Он подошел к одному из своих сундуков и достал, оттуда несколько длинных листов рисовой бумаги, старинную перьевую ручку и чернильницу.
И садясь на пол, чтобы записать этот последний случай неблагодарности по отношению к Мастеру Синанджу, он подумал: а может, телесериал? Если кому-то пришло в голову показать представление, в котором кто-то, изображающий мастера-ниндзя, среди бела дня разгуливает по улицам в смехотворном черном костюме, думая, что от этого он делается невидимым, то значит, на телевидении могут снять все что угодно. У того фильма было очень хорошее название. Интересно, подумал Чиун, а продюсеры обо мне слышали? Он был уверен, что слышали.
– Они идут, – сказал Абнер Бьюэлл.
Марсия улыбнулась. На рыжеволосой красавице была прозрачная кружевная пелерина.
– Хорошо, – сказала она. – Я хочу увидеть, как они умрут.
– Увидишь, – пообещал Бьюэлл.
Эта женщина ему определенно нравилась.
– А потом – весь мир? – уточнила она.
– Да.
Ах, как она ему нравится!
Они были очень похожи друг на друга, хотя и очень разные. Бьюэлл, став взрослым, стал вместе с тем и создателем игр, и игроком. Марсия – тоже, но для своих игр она пользовалась собственным телом и одеждой, и из всех женщин, которых Бьюэлл когда-либо встречал на своей веку, она одна возбуждала его.
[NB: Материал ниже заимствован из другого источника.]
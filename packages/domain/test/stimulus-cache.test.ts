import { StimulusSpec } from '@earmark/contracts';
import { stimulusAsPlayed } from '@earmark/dsp';
import { describe, expect, it } from 'vitest';
import { StimulusCache, stimulusSpecHash } from '../src/judging/stimulus-cache.js';

const sine = (seconds: number) => StimulusSpec.parse({ kind: 'sine', sampleRate: 8000, seconds, frequency: 1000, levelDbfs: -12 });

/** A cache over the real builder that records which specs it had to build. */
function counting(maxSamples: number) {
  const built: number[] = [];
  const cache = new StimulusCache(maxSamples, (spec) => {
    built.push(spec.seconds);
    return stimulusAsPlayed(spec);
  });
  return { cache, built };
}

describe('the stimulus cache', () => {
  it('builds a spec once and serves the same arrays after', () => {
    const { cache, built } = counting(100_000);
    const first = cache.get(sine(1));
    const again = cache.get(sine(1));
    expect([first.cached, again.cached]).toEqual([false, true]);
    expect(again.stimulus).toBe(first.stimulus);
    expect(built).toEqual([1]);
    expect(cache.counts).toEqual({ builds: 1, hits: 1 });
  });

  it('evicts the least recently used spec once the samples held pass the bound', () => {
    // 1 s, 2 s and 3 s at 8 kHz: 8,000 + 16,000 + 24,000 samples; the bound holds 40,000.
    const { cache, built } = counting(40_000);
    cache.get(sine(1));
    cache.get(sine(2));
    cache.get(sine(1)); // 1 s is now the most recently used
    cache.get(sine(3)); // 48,000 held: the 2 s stimulus goes
    expect(cache.samples).toBe(32_000);
    cache.get(sine(1));
    cache.get(sine(3));
    cache.get(sine(2));
    expect(built).toEqual([1, 2, 3, 2]);
  });

  it('does not keep a stimulus larger than the whole bound', () => {
    const { cache, built } = counting(4_000);
    cache.get(sine(1));
    cache.get(sine(1));
    expect(built).toEqual([1, 1]);
    expect(cache.samples).toBe(0);
  });

  it('keys a spec by its content, not by how it was written', () => {
    const written = { levelDbfs: -12, frequency: 1000, seconds: 1, sampleRate: 8000, kind: 'sine' } as StimulusSpec;
    expect(stimulusSpecHash(written)).toBe(stimulusSpecHash(sine(1)));
    expect(stimulusSpecHash(sine(2))).not.toBe(stimulusSpecHash(sine(1)));
    expect(stimulusSpecHash(sine(1))).toMatch(/^[0-9a-f]{64}$/);
  });
});
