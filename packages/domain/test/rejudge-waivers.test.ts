import { Build, Capture, CheckResult, Finding, MaskRevision, Project, Target, TestCase, Verdict, Waiver, initOrm, seedRoles, testCaseSettings, type RoleFixture } from '@earmark/db';
import { createTestDatabase, type TestDatabase } from '@earmark/db/testing';
import type { MikroORM } from '@mikro-orm/postgresql';
import { afterAll, beforeAll, describe, expect, it } from 'vitest';
import { expireWaivers } from '../src/judging/waivers.js';
import { recordVerdict, type RecordDeps } from '../src/judging/record-verdict.js';
import { rejudgeWaiverScope } from '../src/judging/rejudge-waivers.js';
import type { Judgement } from '../src/judging/judgement.js';

/**
 * Re-judging on a waiver change against a real database, without the DSP: verdicts are
 * recorded from made-up judgements, then a waiver is approved, scoped, revoked or expired.
 */
let db: TestDatabase;
let orm: MikroORM;
let fixture: RoleFixture;
const links: RecordDeps = { capturePage: () => 'http://x/c', buildPage: () => 'http://x/b', settingsPage: () => 'http://x/s' };
const inDays = (d: number) => new Date(Date.now() + d * 86_400_000);

function judgement(failing: string[], outcome: Judgement['outcome'] = failing.length ? 'fail' : 'pass'): Judgement {
  const check = (id: string) => ({ id, kind: 'level', label: null, pass: !failing.includes(id), measured: -20, limit: -12, margin: failing.includes(id) ? -8 : 3, unit: 'dBFS', worstHz: null, details: {} });
  return { outcome, reason: failing.length ? `${failing.length} of 2 checks failed: ${failing.join(', ')}` : null, engineVersion: '9.9.9', checks: [check('loudness'), check('dc')] };
}

let seq = 0;
async function scene() {
  const em = orm.em.fork();
  const project = await em.findOneOrFail(Project, { key: fixture.project.key });
  seq += 1;
  const testCase = em.create(TestCase, { project, key: `tone.${seq}`, name: 'tone', stimulus: { kind: 'silence' } });
  const boardA = em.create(Target, { project, key: `a-${seq}`, name: 'A' });
  const boardB = em.create(Target, { project, key: `b-${seq}`, name: 'B' });
  const mask = em.create(MaskRevision, { testCase, revision: 1, state: 'approved', settings: testCaseSettings(testCase), author: fixture.users.engineer.id });
  await em.flush();
  /** A capture of a new build on `target`, judged with `j`. */
  const judged = async (target: Target, j: Judgement) => {
    const build = em.create(Build, { project, sha: `${seq}${Math.random().toString(16).slice(2, 10)}` });
    const capture = em.create(Capture, { project, build, testCase, target, objectKey: 'k', sha256: '0'.repeat(64), sizeBytes: 1, sampleRate: 48000, channelCount: 1, frames: 1 });
    await em.flush();
    await recordVerdict(orm.em.fork(), capture.id, mask, j, links);
    return { capture, build };
  };
  const approve = async (target: Target | null, until = inDays(30), checkId = 'loudness') => {
    const tx = orm.em.fork();
    const waiver = tx.create(Waiver, { project, testCase, target, checkId, reason: 'known', expiresAt: until, state: 'approved', requestedBy: fixture.users.engineer.id, approvedBy: fixture.users.qa_manager.id });
    await tx.flush();
    await tx.populate(waiver, ['project', 'testCase', 'target']);
    const result = await tx.transactional((inner) => rejudgeWaiverScope(inner, waiver, { kind: 'approved', waiverId: waiver.id }, 'user:qa_manager@example.test'));
    return { waiver, result };
  };
  return { em, project, testCase, boardA, boardB, mask, judged, approve };
}

const verdicts = (captureId: string) => orm.em.fork().find(Verdict, { capture: captureId }, { orderBy: { createdAt: 'asc', id: 'asc' }, populate: ['previous'] });
const buildStatus = async (id: string) => (await orm.em.fork().findOneOrFail(Build, { id })).status;

beforeAll(async () => {
  db = await createTestDatabase();
  orm = await initOrm({ url: db.url, poolMax: 4 });
  fixture = await seedRoles(orm.em.fork());
});
afterAll(async () => {
  await orm.close();
  await db.drop();
});

describe('rejudgeWaiverScope', () => {
  it('writes a new verdict linked to the replaced one, copies the measurements, and sets the build status', async () => {
    const s = await scene();
    const { capture, build } = await s.judged(s.boardA, judgement(['loudness']));
    expect(await buildStatus(build.id)).toBe('fail');
    const { waiver, result } = await s.approve(null);
    expect(result.captures).toEqual([capture.id]);
    expect(result.builds).toEqual([{ sha: build.sha, status: 'pass' }]);

    const [first, second] = await verdicts(capture.id);
    expect(second).toMatchObject({ outcome: 'pass', reason: 'passed with waiver: loudness', engineVersion: '9.9.9', waiverBasis: `${waiver.id};approved=${waiver.id}` });
    expect(second!.previous!.id).toBe(first!.id);
    expect(second!.maskRevision!.id).toBe(s.mask.id);
    const results = await orm.em.fork().find(CheckResult, { verdict: second!.id }, { orderBy: { checkId: 'asc' } });
    expect(results.map((r) => [r.checkId, r.pass, r.measured, r.margin, r.details.waived ?? null])).toEqual([
      ['dc', true, -20, 3, null],
      ['loudness', false, -20, -8, { waiverId: waiver.id, until: waiver.expiresAt.toISOString() }],
    ]);
    expect(await buildStatus(build.id)).toBe('pass');
    // The finding follows its check's newest result and becomes an accepted deviation.
    const finding = await orm.em.fork().findOneOrFail(Finding, { capture: capture.id, checkId: 'loudness' }, { populate: ['checkResult'] });
    expect(finding.state).toBe('accepted_deviation');
    expect(finding.checkResult!.id).toBe(results[1]!.id);
  });

  it('leaves a re-run of the analysis job idempotent after re-judging', async () => {
    const s = await scene();
    const { capture } = await s.judged(s.boardA, judgement(['loudness']));
    await s.approve(null);
    const again = await recordVerdict(orm.em.fork(), capture.id, s.mask, judgement(['loudness']), links);
    expect(again.written).toBe(false);
    expect((await verdicts(capture.id)).map((v) => v.outcome)).toEqual(['fail', 'pass']);
  });

  it('touches only its target when scoped, only captures failing its check, and never an error', async () => {
    const s = await scene();
    const onA = await s.judged(s.boardA, judgement(['loudness']));
    const onB = await s.judged(s.boardB, judgement(['loudness']));
    const dcOnly = await s.judged(s.boardA, judgement(['dc']));
    const broken = await s.judged(s.boardA, { ...judgement(['loudness']), outcome: 'error', reason: 'check "loudness" could not be evaluated' });
    const { result } = await s.approve(s.boardA);
    expect(result.captures).toEqual([onA.capture.id]);
    expect((await verdicts(onB.capture.id)).map((v) => v.outcome)).toEqual(['fail']);
    expect((await verdicts(dcOnly.capture.id)).map((v) => v.outcome)).toEqual(['fail']);
    expect((await verdicts(broken.capture.id)).map((v) => v.outcome)).toEqual(['error']);
  });

  it('marks the waived check but keeps failing when another check fails too', async () => {
    const s = await scene();
    const { capture, build } = await s.judged(s.boardA, judgement(['loudness', 'dc']));
    const { waiver } = await s.approve(null);
    const [, second] = await verdicts(capture.id);
    expect(second).toMatchObject({ outcome: 'fail', reason: '2 of 2 checks failed: loudness, dc' });
    const loudness = await orm.em.fork().findOneOrFail(CheckResult, { verdict: second!.id, checkId: 'loudness' });
    expect(loudness.details.waived).toMatchObject({ waiverId: waiver.id });
    expect(await buildStatus(build.id)).toBe('fail');
  });

  it('writes nothing when the newly approved waiver ends before the one already applied', async () => {
    const s = await scene();
    const { capture } = await s.judged(s.boardA, judgement(['loudness']));
    const { waiver: long } = await s.approve(null, inDays(60));
    const { result } = await s.approve(null, inDays(10));
    expect(result.captures).toEqual([]);
    const newest = (await verdicts(capture.id)).at(-1)!;
    expect(newest.waiverBasis).toBe(`${long.id};approved=${long.id}`);
  });

  it('on expiry: fails again with the analysis reason, or moves to another waiver still running', async () => {
    const s = await scene();
    const { capture, build } = await s.judged(s.boardA, judgement(['loudness']));
    const { waiver: first } = await s.approve(null, inDays(20));
    const { waiver: second } = await s.approve(null, inDays(40));
    expect((await verdicts(capture.id)).at(-1)!.waiverBasis).toBe(`${second.id};approved=${second.id}`);

    // The longer one ends first (its date moved into the past): the shorter one covers the check now.
    const em = orm.em.fork();
    await em.nativeUpdate(Waiver, { id: second.id }, { expiresAt: new Date(Date.now() - 1000) });
    expect(await expireWaivers(orm.em.fork())).toBe(1);
    let newest = (await verdicts(capture.id)).at(-1)!;
    expect(newest).toMatchObject({ outcome: 'pass', waiverBasis: `${first.id};expired=${second.id}` });

    await em.nativeUpdate(Waiver, { id: first.id }, { expiresAt: new Date(Date.now() - 1000) });
    expect(await expireWaivers(orm.em.fork())).toBe(1);
    const all = await verdicts(capture.id);
    newest = all.at(-1)!;
    expect(all.map((v) => v.outcome)).toEqual(['fail', 'pass', 'pass', 'pass', 'fail']);
    expect(newest).toMatchObject({ outcome: 'fail', reason: '1 of 2 checks failed: loudness', waiverBasis: `;expired=${first.id}` });
    expect(newest.previous!.id).toBe(all.at(-2)!.id);
    expect(await buildStatus(build.id)).toBe('fail');
    const finding = await orm.em.fork().findOneOrFail(Finding, { capture: capture.id, checkId: 'loudness' });
    expect(finding.state).toBe('open');
  });
});
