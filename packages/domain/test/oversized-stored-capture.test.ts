import type { Capture, MaskRevision } from '@earmark/db';
import type { ObjectStore } from '@earmark/platform';
import { describe, expect, it } from 'vitest';
import { UnsupportedCaptureError } from '../src/errors.js';
import { judgeCapture } from '../src/judging/judge-capture.js';
import { CaptureAudioLoader } from '../src/services/capture-audio.js';

/**
 * A 64 MiB 8-bit mono WAV (67,108,864 samples) stored before the decoder had a sample bound.
 * Only the 44-byte header is written: the zero-filled pages behind it are never touched, so the
 * test costs no real memory unless the decoder reads the samples.
 */
function oversizedStoredWav(): Uint8Array {
  const dataBytes = 64 * 1024 * 1024;
  const bytes = new Uint8Array(44 + dataBytes);
  const v = new DataView(bytes.buffer);
  const ascii = (at: number, s: string) => [...s].forEach((c, i) => v.setUint8(at + i, c.charCodeAt(0)));
  ascii(0, 'RIFF');
  v.setUint32(4, 36 + dataBytes, true);
  ascii(8, 'WAVE');
  ascii(12, 'fmt ');
  v.setUint32(16, 16, true);
  v.setUint16(20, 1, true); // PCM
  v.setUint16(22, 1, true); // mono
  v.setUint32(24, 48000, true);
  v.setUint32(28, 48000, true);
  v.setUint16(32, 1, true); // block align
  v.setUint16(34, 8, true); // bits
  ascii(36, 'data');
  v.setUint32(40, dataBytes, true);
  return bytes;
}

const stimulus = { kind: 'sine', sampleRate: 48000, seconds: 0.25, frequency: 997, levelDbfs: -12 };
const capture = {
  id: 'c-oversized',
  objectKey: 'captures/alpha/abc/c-oversized.wav',
  format: { container: 'wav' },
  sampleRate: 48000,
  channelCount: 1,
  testCase: { key: 'tone', stimulus, analysis: {}, channelMap: [] },
  target: { key: 'board' },
} as unknown as Capture;
const mask = { checks: [{ id: 'level', kind: 'level', metric: 'rms-dbfs', min: -20, max: -6 }], settings: { stimulus, analysis: {}, channelMap: [] } } as unknown as MaskRevision;

describe('a stored capture over the decoder sample bound', () => {
  it('judges to an error verdict naming the count and the limit, instead of crashing the worker', () => {
    const judged = judgeCapture(oversizedStoredWav(), capture, mask);
    expect(judged.outcome).toBe('error');
    expect(judged.reason).toMatch(/^Analysis failed: The capture holds 67,108,864 samples \(67,108,864 frames × 1 channel\(s\)\); Earmark analyses at most 33,554,432 samples/);
  });

  it('is refused by the plot loader as an unsupported capture (422), not decoded', async () => {
    const bytes = Buffer.from(oversizedStoredWav().buffer);
    const store = { get: async () => bytes } as unknown as ObjectStore;
    const loading = new CaptureAudioLoader(store).load(capture);
    await expect(loading).rejects.toBeInstanceOf(UnsupportedCaptureError);
    await expect(loading).rejects.toMatchObject({
      kind: 'unsupported_capture',
      message: expect.stringMatching(/^Capture c-oversized cannot be analysed: The capture holds 67,108,864 samples .*at most 33,554,432/),
    });
  });
});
Это само по себе делало торт превосходным, а еще добавьте к этому глазурь – то, что она была так же жестока, ей было так же наплевать на других людей, как и самому Бьюэллу.
– На сегодняшний вечер у меня есть игра, – сообщила Марси.
– Что за игра? – поинтересовался Бьюэлл.
– Увидишь, – пообещала Марси.
Она оделась, и они вдвоем отправились на одном из спортивных «мерседесов» Бьюэлла в Лос-Анджелес. Там они припарковали машину на боковой улочке, выходящей на бульвар Сансет недалеко от стриптиз-клуба «Сансет».
Они вышли на бульвар, остановились на углу, и Марсия принялась бросать взоры направо и налево, внимательно разглядывая поток опухшего человечества, прокладывающий себе путь, огибая парочку.
– Чего мы ждем? – спросил Бьюэлл.
– Подходящего человека в подходящее время, – ответила Марсия.
Прошло полчаса, и она взволнованно прошептала:
– Вон он идет.
Бьюэлл взглянул туда, куда она указывала, и увидел парня лет двадцати с небольшим, бредшего, шатаясь, по улице. В обоих ушах у него болтались металлические серьги, а на голой груди был кожаный жилет. Ремень был утыкан хромированными ромбами. При ходьбе он шатался, а глаза его были полуприкрыты опухшими веками – то ли пьяный, то ли наколотый.
– Свинья, – произнес Бьюэлл. – А зачем он нам?
– Дай ему денег. Сто долларов, – велела Марсия.
Когда парень с ними поравнялся, Бьюэлл остановил его и сказал:
– Возьми, – и всунул ему в ладонь стодолларовую бумажку.
– Что ж, давно пора было Америке дать мне хоть что-нибудь, – процедил парень и зашагал прочь, не удосужившись даже сказать «спасибо».
Бьюэлл обернулся к Марсии, чтобы спросить ее, каков следующий ход в игре, но Марсии рядом не было. Потом, в полуквартале от себя, он ее увидел. Она разговаривала с полицейским.